2.13.1. Running code in parallel with MPI¶
As an example, let us focus on the tkwant example script
fabry_perot.py
.
To execute this script on 8 cores, the scripts
must be called with the following command:
mpirun -n 8 python3 fabry_perot.py
Calling the script with:
python3 fabry_perot.py
will run it in standard serial mode.
2.13.2. Enabling output only from the MPI root rank¶
Running a script with the prefix mpirun -n x
will execute the entire
script x times. While tkwant is designed to benefit from this parallelization,
any output in the script as printing, plotting or writing to a file
will be also repeated x times.
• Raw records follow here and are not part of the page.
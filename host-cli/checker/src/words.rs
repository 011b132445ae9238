//! Numbers, features, places and quantities as words: `FORMAT.md`, sections 3 and 7.

use dashu_int::IBig;

use crate::exact::interval::{Interval, ONE, ceil, floor};
use crate::grammar::Malformed;
use crate::proof::{Feature, PICO, Part, Pico, Place, Quantity};

/// A number of a proof's grid with as few places as it needs.
pub fn decimal(number: Pico) -> String {
    let (whole, part) = (
        number.unsigned_abs() / PICO as u64,
        number.unsigned_abs() % PICO as u64,
    );
    let sign = if number < 0 { "-" } else { "" };
    let digits = format!("{part:012}");
    match digits.trim_end_matches('0') {
        "" => format!("{sign}{whole}"),
        digits => format!("{sign}{whole}.{digits}"),
    }
}

/// A decimal with at most 12 places.
pub fn parse_decimal(word: &str) -> Result<Pico, Malformed> {
    let (negative, digits) = match word.strip_prefix('-') {
        Some(digits) => (true, digits),
        None => (false, word),
    };
    let (whole, part) = digits.split_once('.').unwrap_or((digits, "0"));
    let all_digits = |text: &str| !text.is_empty() && text.bytes().all(|b| b.is_ascii_digit());
    if !all_digits(whole) || !all_digits(part) || whole.len() > 20 || part.len() > 12 {
        return Err(Malformed::Number);
    }
    // At most 32 digits, which an i128 holds.
    let number: i128 = format!("{whole}{part:0<12}")
        .parse()
        .map_err(|_| Malformed::Number)?;
    i64::try_from(if negative { -number } else { number }).map_err(|_| Malformed::Number)
}

/// An interval of grains, ends moved outward to 15 places.
pub fn interval(range: &Interval) -> String {
    if range.is_empty() {
        return "none".to_owned();
    }
    let step = IBig::from(1_000_000_000u32);
    let one = &ONE / &step;
    let written = |number: IBig| {
        let whole = number.clone().max(-&number);
        let sign = if number < IBig::ZERO { "-" } else { "" };
        let (units, part) = (&whole / &one, (&whole % &one).to_string());
        let digits = format!("{part:0>15}");
        let digits = digits.trim_end_matches('0');
        let point = if digits.is_empty() { "" } else { "." };
        format!("{sign}{units}{point}{digits}")
    };
    let (lo, hi) = (floor(&range.lo, &step), ceil(&range.hi, &step));
    format!("in [{}, {}]", written(lo), written(hi))
}

/// A feature.
pub fn feature(feature: Feature) -> Result<String, Malformed> {
    Ok(match feature {
        Feature::Origin(index) => format!("o{index}"),
        Feature::Axis(index) => format!("a{index}"),
        Feature::Tip => "t".to_owned(),
        Feature::TipAxis(axis) => {
            let name = ["x", "y", "z"].get(usize::from(axis));
            (*name.ok_or(Malformed::Unknown)?).to_owned()
        }
        Feature::Cone(index) => format!("k{index}"),
    })
}

/// A feature's word.
pub fn parse_feature(word: &str) -> Result<Feature, Malformed> {
    Ok(match word {
        "t" => Feature::Tip,
        "x" => Feature::TipAxis(0),
        "y" => Feature::TipAxis(1),
        "z" => Feature::TipAxis(2),
        _ => match split_first(word)? {
            ('o', index) => Feature::Origin(parse_ordinal(index)?),
            ('a', index) => Feature::Axis(parse_ordinal(index)?),
            ('k', index) => Feature::Cone(parse_ordinal(index)?),
            _ => return Err(Malformed::Unknown),
        },
    })
}

/// A place.
pub fn place(place: Place) -> String {
    match place {
        Place::Base => "b".to_owned(),
        Place::Before(index) => format!("{index}-"),
        Place::After(index) => format!("{index}+"),
        Place::End => "e".to_owned(),
        Place::Difference => "d".to_owned(),
    }
}

/// A place's word.
pub fn parse_place(word: &str) -> Result<Place, Malformed> {
    Ok(match word {
        "b" => Place::Base,
        "e" => Place::End,
        "d" => Place::Difference,
        _ => match (word.strip_suffix('-'), word.strip_suffix('+')) {
            (Some(index), _) => Place::Before(parse_ordinal(index)?),
            (_, Some(index)) => Place::After(parse_ordinal(index)?),
            _ => return Err(Malformed::Unknown),
        },
    })
}

/// A quantity.
pub fn quantity(quantity: Quantity) -> Result<String, Malformed> {
    Ok(match quantity {
        Quantity::Variable(index) => format!("u{index}"),
        Quantity::Value(index) => format!("q{index}"),
        Quantity::Cosine(index) => format!("c{index}"),
        Quantity::Sine(index) => format!("s{index}"),
        Quantity::View(of, from, part) => {
            let part = match part {
                Part::X => "x",
                Part::Y => "y",
                Part::Z => "z",
                Part::Square => "s",
            };
            format!("{}@{}.{part}", feature(of)?, place(from))
        }
        Quantity::Radius(of, index) => format!("{}@{index}.r", feature(of)?),
        Quantity::Along(of, index) => format!("{}.p{index}", feature(of)?),
        Quantity::Aim(of, index) => format!("{}.g{index}", feature(of)?),
    })
}

/// A quantity's word.
pub fn parse_quantity(word: &str) -> Result<Quantity, Malformed> {
    if let Some((of, rest)) = word.split_once('@') {
        let of = parse_feature(of)?;
        let (from, part) = rest.rsplit_once('.').ok_or(Malformed::Unknown)?;
        let part = match part {
            "x" => Part::X,
            "y" => Part::Y,
            "z" => Part::Z,
            "s" => Part::Square,
            "r" => return Ok(Quantity::Radius(of, parse_ordinal(from)?)),
            _ => return Err(Malformed::Unknown),
        };
        return Ok(Quantity::View(of, parse_place(from)?, part));
    }
    if let Some((of, rest)) = word.split_once('.') {
        let of = parse_feature(of)?;
        return match split_first(rest)? {
            ('p', index) => Ok(Quantity::Along(of, parse_ordinal(index)?)),
            ('g', index) => Ok(Quantity::Aim(of, parse_ordinal(index)?)),
            _ => Err(Malformed::Unknown),
        };
    }
    match split_first(word)? {
        ('u', index) => Ok(Quantity::Variable(parse_ordinal(index)?)),
        ('q', index) => Ok(Quantity::Value(parse_ordinal(index)?)),
        ('c', index) => Ok(Quantity::Cosine(parse_ordinal(index)?)),
        ('s', index) => Ok(Quantity::Sine(parse_ordinal(index)?)),
        _ => Err(Malformed::Unknown),
    }
}

/// A number from 0 without needless zeros.
pub fn parse_index(word: &str) -> Result<u8, Malformed> {
    if !word.bytes().all(|byte| byte.is_ascii_digit()) || (word.len() > 1 && word.starts_with('0'))
    {
        return Err(Malformed::Number);
    }
    word.parse().map_err(|_| Malformed::Number)
}

fn parse_ordinal(word: &str) -> Result<u8, Malformed> {
    match parse_index(word)? {
        0 => Err(Malformed::Number),
        index => Ok(index),
    }
}

fn split_first(word: &str) -> Result<(char, &str), Malformed> {
    let mut rest = word.chars();
    let first = rest.next().ok_or(Malformed::Unknown)?;
    Ok((first, rest.as_str()))
}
This is unpractical, as e.g. a print()
call in the simulation
script will print some information x times instead of only once.
Moreover, not all of the x parallel runs are equivalent,
but the result of a calculations from the tkwant solvers is returned
by default only on one MPI rank, the so-called master or root rank, which has the rank index 0.
It is sufficient however to add a few additional lines of code, in order to
redirect all plotting and printing to the MPI root rank, such that both serial and parallel execution
will lead to the same result.
As an example, we look again at the script
fabry_perot.py
.
In this script, a few additional lines of code
redirect all plotting and printing to the MPI root rank.
For plotting and saving the result, the following block of code can be used:
import tkwant
comm = tkwant.mpi.get_communicator()
def am_master():
return comm.rank == 0
# do the actual tkwant calculation
if am_master():
# plot or save result
pass
Quite similar, printing a message only by the master rank is possible by the following lines of code:
import sys
def print_master(*args, **kwargs):
if am_master():
print(*args, **kwargs)
sys.stdout.flush()
print_master('this message is printed only by the master rank')
this message is printed only by the master rank
Note the flush command to prevent buffering of the messages.
2.13.3. MPI communicator¶
The following information is not relevant for tkwant users, but inteded for
tkwant developers working with MPI.
Tkwant initializes automatically the MPI communicator, if needed.
To uses MPI, the function mpi.get_communicator()
returns tkwant’s global
MPI communicator which is used by all routines by default:
import tkwant
comm = tkwant.mpi.get_communicator()
print('rank={}, size={}'.format(comm.rank, comm.size))
rank=0, size=1
comm
is basically a copy of the MPI COMM_WORLD
communicator.
If tkwant should be used as an external library with a different MPI communicator,
the routine mpi.communicator_init()
allows to change the default
communicator:
import tkwant
from mpi4py import MPI
my_comm = MPI.COMM_WORLD
tkwant.mpi.communicator_init(my_comm)
WARNING:tkwant.mpi:56:rank=0: tkwant MPI communicator cannot be reinitialized.
Note that the MPI communicator must be set after importing the tkwant module and before executing any tkwant code.
2.13.4. Multi-threading¶
Tkwant does not support multi-threading as OpenMP. The environment variable
OMP_NUM_THREADS
must be set to one:
export OMP_NUM_THREADS=1
2.13.5. Examples¶
The example scripts
fabry_perot.py
and
voltage_raise.py
can both be executed in parallel using MPI.